Ein roter Lichtstrahl fiel durch das bunte Fenster der Eisdiele und malte einen farbigen Fleck auf die helle Tischplatte, deren Maserung an Marmor erinnerte.

Elena strich sich eine blonde Haarsträhne aus der Stirn und sah ihre Freundin ungläubig an: „Bist du dir wirklich sicher, dass deine Chefin ganz sauber tickt? Warum sollst du gerade jetzt im Herbst, wenn die nebeligen Tage kommen, in die Berge fahren, um Touristen dort anzusprechen und über ihre Liebesgeschichten ausfragen? Das ist doch absoluter Blödsinn. Du bist eine seriöse Journalistin.“

Becky schaufelte aus ihrem Eisbrecher eine große Erdbeere zu Tage. „Mit ein bisschen Glück hat man auch den nötigen Erfolg. Frau Neumeyer-Mertens hat sich eine neue Kolumne ausgedacht, extra für den Winter, für die dunkle Tage. Mit ganz viel Liebe und Romantik. Aber wir sollen eben keine Fantasiegeschichten zu Papier bringen, sondern echte Storys, die aus dem Leben gegriffen sind.“

„Dafür könnte man auch hier Informationen sammeln“, entgegnete Elena.

„Um uns total und radikal aus dem Alltag herauszuholen, hat sie uns diese Reise spendiert. Für mich ist das kein Problem. Ich mag die Berge zu jeder Jahreszeit, gerade im Norden Italiens ist es dort traumhaft schön. Und wir können bei ihrer Schwester umsonst wohnen, die dort übrigens Fremdenzimmer vermietet. Das hat meine Chefin doch gut hinbekommen, finde ich.“

Elena nahm einen Schluck von ihrem Zitronen-Milchshake. „Aber warum steckt sie euch zwei denn zusammen? Ich dachte, deine Kollegin Claire sei immer so zickig und würde ständig versuchen, dich auszubooten.“

Becky zerdrückte die Erdbeere genießerisch auf der Zunge. „Wir arbeiten ja dort unten im Süden auch nicht zusammen. Wir werden Konkurrentinnen sein, denn jeder von uns beiden hätte gern den Posten als stellvertretende Direktorin, den sie uns in Aussicht gestellt hat.“

Die Freundin schüttelte den blonden Lockenkopf. „Sie ist verrückt. Sie kennt euch beide doch schon jahrelang und weiß, wie ihr arbeitet. Schließlich hast du auch schon ein paar Preise gewonnen für deine Arbeiten.
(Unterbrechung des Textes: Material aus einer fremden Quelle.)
def test_a_host_is_told(make_product):
    attributes = {"host": "the host of Tine", "host_radius": 1.8e6, "phase_angle": 8.0}
    told = {}
    for motion in ("stationary", "moving"):
        text = HOSTED.replace('true_anomaly = "60 deg"', f'true_anomaly = "60 deg"\nmotion = "{motion}"')
        product = make_product().assign_attrs(
            run_file=text, host_position=np.array([8.4e6, 11.2e6, 0.0]), **attributes
        )
        told[motion] = plain(dict(scene_words(product))["Host"]), left_out_of(make_product, text)
        assert "keeps the same face to the host" in dict(scene_words(product))["Body and gas"]
    host, caution = told["stationary"]
    assert host.startswith(
        "the host of Tine, a sphere of radius 1800 km, 14,000 km away, at a phase angle of 8 deg"
    )
    assert "it keeps its place while atoms fly" in host
    assert "the Sun's direction turns along with it" in caution
    host, caution = told["moving"]
    assert "the moon goes round it while atoms fly" in host
    assert "the Sun's direction turns along with it" not in caution
    assert "Host" not in dict(scene_words(make_product().assign_attrs(run_file=RUN)))


def test_what_is_left_out_fits_the_ground(make_product):
    kept, bouncing, resting = (
        left_out_of(make_product, RUN.replace('sticking = { law = "step", below = "200 K" }', ground))
        for ground in ("sticking = 0.5", "sticking = 0.0", 'sticking = 0.5\nadsorbed = "desorbed"')
    )
    assert "captured for good" in kept
    assert "one energy of desorption" not in kept
    assert "captured for good" not in bouncing
    assert "one energy of desorption" not in bouncing
    assert "one energy of desorption" in resting
    assert "captured for good" not in resting
    assert "the ground has one temperature everywhere" in kept


def test_gas_without_lines_leaves_out_its_brightness(make_product):
    dark = left_out_of(make_product, RUN, lines=())
    assert "nothing about its brightness" in dark
    assert "single scattering" not in dark


GROUND = """
[body]
name = "Harrow"
[[release]]
name = "vent"
place = {{ law = "map", file = "vents.nc", variable = "flux" }}
[surface]
{}
"""


@pytest.mark.parametrize(
    ("ground", "words"),
    [
        ("sticking = 0.0", "Every atom that returns bounces, with an energy accommodation of 1."),
        ("sticking = 1.0", "Every atom that returns is adsorbed and then captured for good."),
        (
            "sticking = 0.5\naccommodation = 0.7",
            "An atom that returns is adsorbed with probability 0.5 and then captured for good. Others bounce, with an "
            "energy accommodation of 0.7.",
        ),
        (
            'sticking = { law = "exponential", at = "250 K", value = 0.5, e_folding = "272.8 K" }',
            "with probability 0.5 on ground of 250 K, less by a factor e for every 272.8 K above that, and then",
        ),
        (
            'sticking = 1.0\nadsorbed = "desorbed"\n'
            'desorption = { energy = "1.85 eV", attempt_frequency = "1e13 s-1" }',
            "leaves again after its residence time, exp(E/kT)/frequency with E = 1.85 eV and a frequency of "
            "1 × 10¹³ s⁻¹.",
        ),
        (
            'cold_traps = { poleward_of = "85 deg" }',
            "Cold traps: all ground poleward of 85 deg keeps what lands",
        ),
        ('temperature = { law = "hurley-2015" }', "a fit to observed temperatures of the Moon"),
        (
            'temperature = { law = "conduction", thermal_inertia = "50 J m-2 K-1 s-1/2", albedo = 0.1, '
            "emissivity = 0.95 }",
            "ground that conducts heat and radiates (thermal inertia 50",
        ),
    ],
)
def test_ground_is_told_in_words(make_product, ground, words):
    told = dict(scene_words(make_product().assign_attrs(run_file=GROUND.format(ground))))
    assert words in plain(told["Surface"])
    (release,) = [text for name, text in told.items() if "vent" in name]
    assert "places: the map flux of vents.nc." in release


@pytest.mark.parametrize(
    ("scene", "words"),
    [
        ("abc", ""),
        ("xyz", "made from another scene"),
        (None, "does not tell from which product"),
    ],
)
def test_plan_of_another_product_is_told(make_product, scene, words):
    notes = {} if scene is None else {"product_scene_hash": scene}
    plan = PlanTable({"time": np.arange(2.0), "do_not_command": np.array([True, False])}, notes)
    told = list(plan_cautions(make_product().assign_attrs(scene_hash="abc"), plan))
    assert told[0].startswith("1 of 2 planned exposures lie inside a keep-out")
    assert words in " ".join(told)
    assert len(told) == (3 if words else 2)


def test_every_figure_has_a_heading_and_an_alternative(make_product, empty):
    product = make_product()
    figures = list(product_figures(product))
    # Three of all; of four images column and brightness, of three a tail; six maps.
    assert len(figures) == 3 + 2 * 4 + 3 + len(MAPS)
    assert len({one.name for one in figures}) == len(figures)
    assert all(len(one.alternative) > 30 and one.heading for one in figures)
    assert "Nothing was counted" in " ".join(one.alternative for one in product_figures(empty(product)))


def test_atoms_at_rest_are_shown_only_where_some_rest(make_product):
    product = make_product()
    names = {one.name for one in product_figures(product)}
    without = {one.name for one in product_figures(product.drop_vars("adsorbed_column"))}
    assert names - without == {"figure-adsorbed-map"}


def test_largest_cell_of_a_map_is_named(make_product):
    product = make_product()
    product.return_flux.values[0, 3, 1] = 9e11
    (words,) = [one.alternative for one in product_figures(product) if one.name == "figure-return-map"]
    gap = "\N{NO-BREAK SPACE}"
    assert f"9{gap}\N{MULTIPLICATION SIGN}{gap}10⁷ cm⁻² s⁻¹, at latitude 67.5 deg and local time 6 h" in words


@pytest.mark.parametrize(
    ("value", "text"),
    [
        (0.0, "0"),
        (1800.0, "1800"),
        (12345.6, "12,350"),
        (2e24, "2 × 10²⁴"),
        (2.34567e-7, "2.346 × 10⁻⁷"),
        (-1e6, "-1 × 10⁶"),
        (float("inf"), "inf"),
    ],
)
def test_numbers_read_well(value, text):
    assert number(value).replace("\N{NO-BREAK SPACE}", " ") == text


def test_quantities_durations_and_shares_read_well():
    plain = {ord("\N{NO-BREAK SPACE}"): " "}
    assert quantity("2e24 s-1").translate(plain) == "2 × 10²⁴ s⁻¹"
    assert quantity("2031-06-01T00:00:00") == "2031-06-01T00:00:00"
    assert raised("km3 s-2") == "km³ s⁻²"
    assert duration(5400.0).translate(plain) == "1.5 h"
    assert percent(0.527412, 0.000781).translate(plain) == "52.741 ± 0.078 %"
    assert percent(1.0, 1e-12).translate(plain) == "100 %"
Stattdessen zettelt sie so einen Konkurrenzkampf an, wahrscheinlich um euch zu schneller, intensiver Arbeit zu drängen.“

Becky lächelte die Freundin nachsichtig an. „Ach, nein. So schlimm ist sie nicht. Sie wollte doch nur für uns die Arbeit mit einem kleinen Urlaub verbinden. Die bescheidene Pension ist bei Bruneck, und die Neumeyer-Mertens hat für Claire das Tal ausgesucht von Sand in Taufers bis Luttach und für mich das Tal um Mühlwald herum. In beiden Tälern sind im Herbst etwa gleich viele Touristen. Wir arbeiten also unter ähnlichen Bedingungen.“

Elena hob die Augenbrauen. „Und du kannst die Gedichte und Liebesgeschichten nicht einfach selbst schreiben? Du hast doch genug Fantasie, um irgendetwas zu erfinden.“

„Auf keinen Fall! Ich möchte schon, dass es fair zugeht. Und außerdem, so viel Fantasie habe ich auch nicht. Gerade jetzt nicht.“

„Gerade jetzt nicht?“ griff Elena ihre Worte auf. „Meinst du, weil du gerade nicht verliebt ist?“

Beckys Gesicht wurde abweisend. „Erzähl mir jetzt bloß nichts von Verliebtheit. Von solchen Gefühlsausbrüchen habe ich erst einmal die Nase voll. Ich werde mich auf die Arbeit konzentrieren und Karriere machen.“

Elenas Blick wurde skeptisch. „In dieser Verfassung wirst du aber kaum jemanden auftauen können, damit er dir etwas über seine Liebeserlebnisse erzählt. Und wenn du daraufhin einen Mann ansprichst, wird er denken, dass das eine ganz plumpe Anmache ist.“

Betty grinste. „Keine Sorge! Inzwischen kenne ich mich mit Menschen etwas aus. Natürlich falle ich nicht mit der Tür ins Haus, sondern werde mich erst einmal vorsichtig an das Thema herantasten. Im Urlaub sind die Leute doch sowieso alle offener und gesprächiger. Ich sehe da keine Probleme für mich. Willst du nicht mitkommen?“

„Ganz bestimmt nicht. Das würde auch Jakob nicht gefallen, und im Moment möchte ich nichts tun, was ihn traurig macht. Schließlich hat er gerade seine gute Arbeitsstelle in Hannover aufgegeben und ist mit Sack und Pack hierhergezogen. Und das, obwohl seine Arbeit hier weit schlechter bezahlt wird und auch einige Mankos aufzuweisen hat. Und alles hat er nur auf sich genommen, damit unsere Fernbeziehung endlich ein Ende hat.“

Becky nickte verständnisvoll. „Ja, das kannst du ihm hoch anrechnen. So etwas macht bestimmt nicht jeder für seine Freundin. Ich glaube, er meint es sehr ernst mit dir.“

„Ich glaube, ich spüre es“, teilte Elena der Freundin mit. „Schade, dass du nicht direkt meine Liebesgeschichte aufschreiben kannst. Ich könnte dir da ganz viele Details verraten, und irgendein Gedicht fiele mir bestimmt auch noch dazu ein.“

Die Journalistin lächelte. „Das glaube ich dir gern. Vielleicht landen wir ja mit der neuen Kolumne einen Hit, und dann brauchen wir sicherlich einen Nachschub an Geschichten und Gedichten. Dann werde ich natürlich gern auf dein Angebot zurückkommen.“

„Wie viele Storys musst du denn auftreiben?“ erkundigte sich die Freundin.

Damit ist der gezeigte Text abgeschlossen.